| Dataset records |
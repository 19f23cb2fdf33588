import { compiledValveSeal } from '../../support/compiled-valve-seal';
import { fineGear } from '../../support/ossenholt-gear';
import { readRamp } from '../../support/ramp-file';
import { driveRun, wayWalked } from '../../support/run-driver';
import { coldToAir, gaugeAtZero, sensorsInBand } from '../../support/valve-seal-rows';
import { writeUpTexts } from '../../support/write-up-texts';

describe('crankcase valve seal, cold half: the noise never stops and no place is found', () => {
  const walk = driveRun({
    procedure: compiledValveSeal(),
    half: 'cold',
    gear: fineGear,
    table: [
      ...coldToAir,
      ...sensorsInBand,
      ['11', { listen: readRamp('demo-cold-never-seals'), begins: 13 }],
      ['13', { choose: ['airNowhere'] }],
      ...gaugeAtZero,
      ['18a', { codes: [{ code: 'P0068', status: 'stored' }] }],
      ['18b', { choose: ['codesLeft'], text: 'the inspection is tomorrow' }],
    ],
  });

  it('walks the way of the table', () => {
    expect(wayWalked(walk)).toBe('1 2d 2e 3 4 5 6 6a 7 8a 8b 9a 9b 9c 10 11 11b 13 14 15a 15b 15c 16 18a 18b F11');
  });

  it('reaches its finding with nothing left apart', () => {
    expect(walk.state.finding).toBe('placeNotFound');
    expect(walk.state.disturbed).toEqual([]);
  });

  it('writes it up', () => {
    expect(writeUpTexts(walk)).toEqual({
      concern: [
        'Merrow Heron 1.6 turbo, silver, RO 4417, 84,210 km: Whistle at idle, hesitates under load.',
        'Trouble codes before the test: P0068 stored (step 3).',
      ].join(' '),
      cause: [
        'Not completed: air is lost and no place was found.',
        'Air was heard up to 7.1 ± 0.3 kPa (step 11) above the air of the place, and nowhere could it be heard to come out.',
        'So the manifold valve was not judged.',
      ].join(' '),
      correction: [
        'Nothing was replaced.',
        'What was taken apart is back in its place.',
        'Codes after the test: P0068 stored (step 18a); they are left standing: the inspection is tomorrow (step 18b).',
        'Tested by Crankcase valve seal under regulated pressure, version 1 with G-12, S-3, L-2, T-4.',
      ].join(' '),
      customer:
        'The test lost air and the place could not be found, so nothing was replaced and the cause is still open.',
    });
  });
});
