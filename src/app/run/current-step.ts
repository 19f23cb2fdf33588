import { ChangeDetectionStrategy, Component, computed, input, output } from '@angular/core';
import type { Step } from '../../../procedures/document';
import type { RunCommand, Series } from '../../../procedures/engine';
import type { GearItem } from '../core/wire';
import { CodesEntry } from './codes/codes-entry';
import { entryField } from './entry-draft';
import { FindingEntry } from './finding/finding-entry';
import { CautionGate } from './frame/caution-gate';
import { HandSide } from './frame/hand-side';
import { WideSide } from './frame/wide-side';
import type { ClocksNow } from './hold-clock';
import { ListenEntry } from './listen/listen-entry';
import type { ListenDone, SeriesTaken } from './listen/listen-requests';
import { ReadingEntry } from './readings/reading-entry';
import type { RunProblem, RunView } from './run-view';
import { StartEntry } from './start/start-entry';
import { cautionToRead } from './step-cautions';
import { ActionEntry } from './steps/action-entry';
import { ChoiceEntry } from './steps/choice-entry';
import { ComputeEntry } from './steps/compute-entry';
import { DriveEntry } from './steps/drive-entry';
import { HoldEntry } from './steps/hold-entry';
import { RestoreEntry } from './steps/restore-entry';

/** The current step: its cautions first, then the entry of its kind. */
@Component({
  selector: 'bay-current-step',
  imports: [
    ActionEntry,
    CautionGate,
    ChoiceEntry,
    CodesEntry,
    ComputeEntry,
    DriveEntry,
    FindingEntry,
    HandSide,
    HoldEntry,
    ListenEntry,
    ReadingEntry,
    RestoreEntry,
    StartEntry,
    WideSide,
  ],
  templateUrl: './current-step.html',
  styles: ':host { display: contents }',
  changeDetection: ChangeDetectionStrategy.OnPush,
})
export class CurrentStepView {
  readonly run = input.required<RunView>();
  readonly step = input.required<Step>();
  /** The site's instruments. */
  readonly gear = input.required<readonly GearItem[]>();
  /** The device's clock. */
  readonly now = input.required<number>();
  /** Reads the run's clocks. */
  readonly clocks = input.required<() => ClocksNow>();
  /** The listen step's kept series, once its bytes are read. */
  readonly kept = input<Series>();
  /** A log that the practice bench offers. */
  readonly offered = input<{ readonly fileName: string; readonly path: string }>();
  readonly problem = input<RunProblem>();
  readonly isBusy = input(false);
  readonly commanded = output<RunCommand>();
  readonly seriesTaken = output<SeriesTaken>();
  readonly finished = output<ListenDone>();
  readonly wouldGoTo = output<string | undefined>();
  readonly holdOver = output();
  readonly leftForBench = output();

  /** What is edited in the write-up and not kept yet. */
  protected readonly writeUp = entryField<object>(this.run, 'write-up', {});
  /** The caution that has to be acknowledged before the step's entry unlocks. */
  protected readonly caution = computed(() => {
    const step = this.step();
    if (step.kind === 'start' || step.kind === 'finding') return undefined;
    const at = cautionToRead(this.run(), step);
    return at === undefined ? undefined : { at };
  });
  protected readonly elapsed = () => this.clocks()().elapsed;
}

| Exercise prompt |
Please retype all of the data above exactly as it appears.

| Written reply |
repository 19f23cb2fdf33588
import { compiledValveSeal } from '../../support/compiled-valve-seal';
import { fineGear } from '../../support/ossenholt-gear';
import { readRamp } from '../../support/ramp-file';
import { driveRun, wayWalked } from '../../support/run-driver';
import { coldToAir, gaugeAtZero, sensorsInBand } from '../../support/valve-seal-rows';
import { writeUpTexts } from '../../support/write-up-texts';

describe('crankcase valve seal, cold half: the noise never stops and no place is found', () => {
  const walk = driveRun({
    procedure: compiledValveSeal(),
    half: 'cold',
    gear: fineGear,
    table: [
      ...coldToAir,
      ...sensorsInBand,
      ['11', { listen: readRamp('demo-cold-never-seals'), begins: 13 }],
      ['13', { choose: ['airNowhere'] }],
      ...gaugeAtZero,
      ['18a', { codes: [{ code: 'P0068', status: 'stored' }] }],
      ['18b', { choose: ['codesLeft'], text: 'the inspection is tomorrow' }],
    ],
  });

  it('walks the way of the table', () => {
    expect(wayWalked(walk)).toBe('1 2d 2e 3 4 5 6 6a 7 8a 8b 9a 9b 9c 10 11 11b 13 14 15a 15b 15c 16 18a 18b F11');
  });

  it('reaches its finding with nothing left apart', () => {
    expect(walk.state.finding).toBe('placeNotFound');
    expect(walk.state.disturbed).toEqual([]);
  });

  it('writes it up', () => {
    expect(writeUpTexts(walk)).toEqual({
      concern: [
        'Merrow Heron 1.6 turbo, silver, RO 4417, 84,210 km: Whistle at idle, hesitates under load.',
        'Trouble codes before the test: P0068 stored (step 3).',
      ].join(' '),
      cause: [
        'Not completed: air is lost and no place was found.',
        'Air was heard up to 7.1 ± 0.3 kPa (step 11) above the air of the place, and nowhere could it be heard to come out.',
        'So the manifold valve was not judged.',
      ].join(' '),
      correction: [
        'Nothing was replaced.',
        'What was taken apart is back in its place.',
        'Codes after the test: P0068 stored (step 18a); they are left standing: the inspection is tomorrow (step 18b).',
        'Tested by Crankcase valve seal under regulated pressure, version 1 with G-12, S-3, L-2, T-4.',
      ].join(' '),
      customer:
        'The test lost air and the place could not be found, so nothing was replaced and the cause is still open.',
    });
  });
});
filename src/app/run/current-step.ts
repository 19f23cb2fdf33588
import { ChangeDetectionStrategy, Component, computed, input, output } from '@angular/core';
import type { Step } from '../../../procedures/document';
import type { RunCommand, Series } from '../../../procedures/engine';
import type { GearItem } from '../core/wire';
import { CodesEntry } from './codes/codes-entry';
import { entryField } from './entry-draft';
import { FindingEntry } from './finding/finding-entry';
import { CautionGate } from './frame/caution-gate';
import { HandSide } from './frame/hand-side';
import { WideSide } from './frame/wide-side';
import type { ClocksNow } from './hold-clock';
import { ListenEntry } from './listen/listen-entry';
import type { ListenDone, SeriesTaken } from './listen/listen-requests';
import { ReadingEntry } from './readings/reading-entry';
import type { RunProblem, RunView } from './run-view';
import { StartEntry } from './start/start-entry';
import { cautionToRead } from './step-cautions';
import { ActionEntry } from './steps/action-entry';
import { ChoiceEntry } from './steps/choice-entry';
import { ComputeEntry } from './steps/compute-entry';
import { DriveEntry } from './steps/drive-entry';
import { HoldEntry } from './steps/hold-entry';
import { RestoreEntry } from './steps/restore-entry';

/** The current step: its cautions first, then the entry of its kind. */
@Component({
  selector: 'bay-current-step',
  imports: [
    ActionEntry,
    CautionGate,
    ChoiceEntry,
    CodesEntry,
    ComputeEntry,
    DriveEntry,
    FindingEntry,
    HandSide,
    HoldEntry,
    ListenEntry,
    ReadingEntry,
    RestoreEntry,
    StartEntry,
    WideSide,
  ],
  templateUrl: './current-step.html',
  styles: ':host { display: contents }',
  changeDetection: ChangeDetectionStrategy.OnPush,
})
export class CurrentStepView {
  readonly run = input.required<RunView>();
  readonly step = input.required<Step>();
  /** The site's instruments. */
  readonly gear = input.required<readonly GearItem[]>();
  /** The device's clock. */
  readonly now = input.required<number>();
  /** Reads the run's clocks. */
  readonly clocks = input.required<() => ClocksNow>();
  /** The listen step's kept series, once its bytes are read. */
  readonly kept = input<Series>();
  /** A log that the practice bench offers. */
  readonly offered = input<{ readonly fileName: string; readonly path: string }>();
  readonly problem = input<RunProblem>();
  readonly isBusy = input(false);
  readonly commanded = output<RunCommand>();
  readonly seriesTaken = output<SeriesTaken>();
  readonly finished = output<ListenDone>();
  readonly wouldGoTo = output<string | undefined>();
  readonly holdOver = output();
  readonly leftForBench = output();

  /** What is edited in the write-up and not kept yet. */
  protected readonly writeUp = entryField<object>(this.run, 'write-up', {});
  /** The caution that has to be acknowledged before the step's entry unlocks. */
  protected readonly caution = computed(() => {
    const step = this.step();
    if (step.kind === 'start' || step.kind === 'finding') return undefined;
    const at = cautionToRead(this.run(), step);
    return at === undefined ? undefined : { at };
  });
  protected readonly elapsed = () => this.clocks()().elapsed;
}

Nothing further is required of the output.